Shaping Your Child’s Digital Footprint

As I was cooking dinner one night, I heard my 10-year-old daughter scream from the top of her lungs in the other room, “MOM, COME HERE!!!!” My stomach sank and the blood drained from my face thinking of all the life-threatening things that could be happening in the other room. I dropped the spatula and flew into the guest bedroom where the desktop computer is. I found my 4th-grade daughter sitting at the computer BEAMING.

“MOM! I’M FAMOUS!!! I’m on the internet!!! I just searched up my name, and there were all these pictures of me!”

My daughter gazed at me in shock, expecting me to feel the same as her. I had to chuckle deep inside; it was just so cute to see this genuine excitement of her discovering her digital footprint! Up to this point, most of those pictures she found online were probably posted by me at some point on Facebook. Now that she’s in her double digits, she is starting to create more content in online spaces, therefore, further developing her digital footprint.

You hear about people making pretty poor decisions like tweeting something racist and then getting fired or posting something inappropriate and losing their university scholarship or spot on the high school football team.
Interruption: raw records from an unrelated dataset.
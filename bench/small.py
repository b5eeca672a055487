"""`make bench-small`: ns per factor and per one-column solve at small n against what a user would pick instead:
Eigen's fixed-size PartialPivLU, LAPACK getrf/getrs (OpenBLAS, one thread) and a textbook loop, in one run.

Builds bench/small_driver.cpp with luforge's fixed-size kernels (constant-time and, to show what constant time
costs, branching), its runtime-n kernel, and bench/small_textbook.c, all with the same flags; runs it pinned to
one CPU (taskset -c 1) with OPENBLAS_CORETYPE and OPENBLAS_L2_SIZE unset for this command only; prints the
medians and the time ratios, and writes bench/small.png. Options: --flags "-O2" (default: both -O3 -march=native
and -O2), --sizes 4,8, --out DIR, --cpu 1.
"""
from __future__ import annotations

import argparse
import os
import platform
import shutil
import subprocess
import sys
import tempfile
from pathlib import Path

HERE = Path(__file__).resolve().parent
sys.path.insert(0, str(HERE.parent))

from derive.options import make_options  # noqa: E402
from derive.tune.cache import machine  # noqa: E402
from derive.printers.emit import emit_kernel  # noqa: E402

SIZES = (4, 6, 8, 12, 16)
SCALARS = (("double", "d"), ("float", "s"))
FLAG_SETS = (("-O3", "-march=native"), ("-O2",))
EIGEN = ("/usr/include/eigen3", "/usr/local/include/eigen3")
LOOP = "right-looking"      # the fastest ordering at these sizes (luforge tune, issue 8's table)


def write_kernels(where: Path, sizes) -> list[str]:
    names, headers, cases = [], [], []
    for scalar, t in SCALARS:
        rt = f"lfr_{t}"
        for name, size, choices in [(rt, None, "select")] + [
                (f"lf{kind}_{t}{n}", n, ch) for n in sizes for kind, ch in (("", "select"), ("b", "branch"))]:
            o = make_options(name, LOOP, 1, scalar=scalar, pivoting="partial", size=size, spec="bench/small.py")
            for fname, text in emit_kernel(o, choices).files:
                if not fname.endswith(".py"):
                    (where / fname).write_text(text)
            names.append(name)
            headers.append(f'#include "{name}.h"')
        cases += [f"CASE({scalar}, {n}, lf_{t}{n}, lfb_{t}{n}, {rt})" for n in sizes]
    (where / "kernels.inc").write_text("\n".join(headers) + "\n")
    (where / "cases.inc").write_text("\n".join(cases) + "\n")
    return names


def build(where: Path, names: list[str], flags: tuple[str, ...]) -> Path:
    cc, cxx = os.environ.get("CC", "gcc"), os.environ.get("CXX", "g++")
    inc = next((p for p in EIGEN if Path(p, "Eigen", "Dense").exists()), None)
    if inc is None or not shutil.which(cxx):
        sys.exit("bench-small needs Eigen (Debian: libeigen3-dev) and a C++ compiler (g++)")
    tag = "_".join(f.strip("-").replace("=", "") for f in flags)
    objs = []
    for src in [where / f"{n}.c" for n in names] + [HERE / "small_textbook.c"]:
        obj = where / f"{src.stem}.{tag}.o"
        # the compilers' default dialects (GNU C, GNU C++) for every contender: an ISO -std switches off the
        # contraction of a*b+c into one FMA in C, while Eigen calls FMA intrinsics whatever the dialect
        subprocess.run([cc, *flags, "-I", str(HERE), "-c", str(src), "-o", str(obj)], check=True)
        objs.append(str(obj))
    exe = where / f"small_driver.{tag}"
    subprocess.run([cxx, *flags, "-DNDEBUG", "-I", inc, "-I", str(where), "-I", str(HERE),
                    str(HERE / "small_driver.cpp"), *objs, "-o", str(exe), "-lopenblas"], check=True)
    return exe


def run(exe: Path, cpu: int = 1) -> tuple[dict, str]:
    env = {k: v for k, v in os.environ.items() if k not in ("OPENBLAS_CORETYPE", "OPENBLAS_L2_SIZE")}
    env["OPENBLAS_NUM_THREADS"] = "1"
    cmd = ([shutil.which("taskset"), "-c", str(cpu)] if shutil.which("taskset") else []) + [str(exe)]
    out = subprocess.run(cmd, env=env, capture_output=True, text=True)
    results, core = {}, "?"
    for line in out.stdout.splitlines():
        if line.startswith("MISMATCH"):
            print(line)
        elif line.startswith("OPENBLAS_CORE"):
            core = line.split(maxsplit=1)[1]
        elif line.startswith("RESULT"):
            _, t, n, who, f, s = line.split()
            results[(t, int(n), who)] = (float(f), float(s))
    if out.returncode != 0:
        sys.exit(f"the bench driver failed (a result differs from getrf, or it crashed):\n{out.stderr}")
    return results, core


def table(results: dict, sizes) -> str:
    rows = []
    for scalar, _ in SCALARS:
        head = f"| {scalar}, n | " + " | ".join(str(n) for n in sizes) + " |"
        rows += [head, "|---" * (len(sizes) + 1) + "|"]
        for who in ("luforge", "luforge-branching", "luforge-runtime-n", "eigen", "lapack", "textbook"):
            for col, what in ((0, "factor"), (1, "solve")):
                vals = [results[(scalar, n, who)][col] for n in sizes]
                rows.append(f"| {what} ns, {who} | " + " | ".join(f"{v:.1f}" for v in vals) + " |")
        for col, what in ((0, "factor"), (1, "solve (1 rhs)")):
            for mine, other in (("luforge", "eigen"), ("luforge", "lapack"), ("luforge", "textbook"),
                                ("luforge", "luforge-branching"), ("luforge-branching", "eigen")):
                vals = [results[(scalar, n, mine)][col] / results[(scalar, n, other)][col] for n in sizes]
                rows.append(f"| {what}, {mine} / {other} | " + " | ".join(f"{v:.2f}" for v in vals) + " |")
        rows.append("")
    return "\n".join(rows)


def plot(all_results: dict, sizes, path: Path) -> None:
    try:
        import matplotlib
        matplotlib.use("Agg")
        import matplotlib.pyplot as plt
    except ImportError:
        print("matplotlib is missing (pip install '.[bench]'): no plot written")
        return
    fig, axes = plt.subplots(2, 2, figsize=(11, 8), sharex=True)
    flags = next(iter(all_results))
    results = all_results[flags]
    for row, (scalar, _) in enumerate(SCALARS):
        for col, what in enumerate(("factor", "solve, one right-hand side")):
            ax = axes[row][col]
            for who in ("luforge", "luforge-branching", "luforge-runtime-n", "eigen", "lapack", "textbook"):
                ax.plot(sizes, [results[(scalar, n, who)][col] for n in sizes], marker="o", label=who)
            ax.set_title(f"{what}, {scalar} ({flags})")
            ax.set_yscale("log")
            ax.set_xlabel("n")
            ax.set_ylabel("ns per call (median)")
            ax.grid(True, which="both", alpha=0.3)
    axes[0][0].legend(fontsize=8)
    fig.tight_layout()
    fig.savefig(path, dpi=110)
    print(f"plot: {path}")


def main() -> int:
    ap = argparse.ArgumentParser(description=__doc__.splitlines()[0])
    ap.add_argument("--sizes", default=",".join(map(str, SIZES)))
    ap.add_argument("--flags", action="append", help="compiler flags for every contender (repeatable)")
    ap.add_argument("--out", default=str(HERE / "small.png"))
    ap.add_argument("--cpu", type=int, default=1, help="the CPU the driver is pinned to (default 1)")
    args = ap.parse_args()
    sizes = tuple(int(s) for s in args.sizes.split(","))
    flag_sets = tuple(tuple(f.split()) for f in args.flags) if args.flags else FLAG_SETS
    print(f"machine: {machine()}; {platform.system()} {platform.release()}; "
          f"{subprocess.run(['gcc', '--version'], capture_output=True, text=True).stdout.splitlines()[0]}")
    all_results = {}
    with tempfile.TemporaryDirectory(prefix="luforge-bench-small-") as tmp:
        where = Path(tmp)
        names = write_kernels(where, sizes)
        for flags in flag_sets:
            exe = build(where, names, flags)
            results, core = run(exe, args.cpu)
            key = " ".join(flags)
            all_results[key] = results
            print(f"\n## {key} (pinned to CPU {args.cpu}; OpenBLAS core {core}, one thread; medians of interleaved "
                  f"repetitions; every contender copies its input; all checked against getrf/getrs first)\n")
            print(table(results, sizes))
    plot(all_results, sizes, Path(args.out))
    return 0


if __name__ == "__main__":
    sys.exit(main())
I honestly feel that if these people would have had more practice and guidance in their earlier years around digital etiquette, some of these situations would have been avoided. That’s easy to say, as digital etiquette probably wasn’t available years ago. Life looked different then. Lucky for us parents and educators now, there are several organizations dedicated to providing quality resources to help us guide our children in shaping their digital footprint.

Here are my top 4 favorite resources to building my skillset as a parent in the digital age::

    1. CommonSense Media: They have a whole section dedicated to parent concerns and resources. They offer app, book and movie recommendations as well as a family media contract you can customize to fit your family’s needs. Additionally, they have a k-12 scope and sequence with high quality lesson plans and videos to use in the classroom. They also have some pretty cool games–for all ages! Digital Passport (elementary), Digital Compass (middle school) and Digital Bytes (high school)
    2. Google’s Be Internet Awesome: Students can learn how to build their digital literacy skills in the game, Interland.  
    3. Family Online Safety Institute: Here’s a checklist to Clean Up Your Digital Footprint.
    4. Eduro Learning’s ebook, Parenting in the Digital Age: They also have some pretty fabulous free resources!

Coupled with these tools, I try and make every effort I can to talk to my child about life in the digital world, like the factors I consider when I buy something online, why I choose to post some things on my social media channels and other things not, how I ask for permission before posting certain photos of others and the list goes on.

I am confident that having open, honest communication is my best shot at helping my daughter shape her digital footprint into something both she and I are proud of.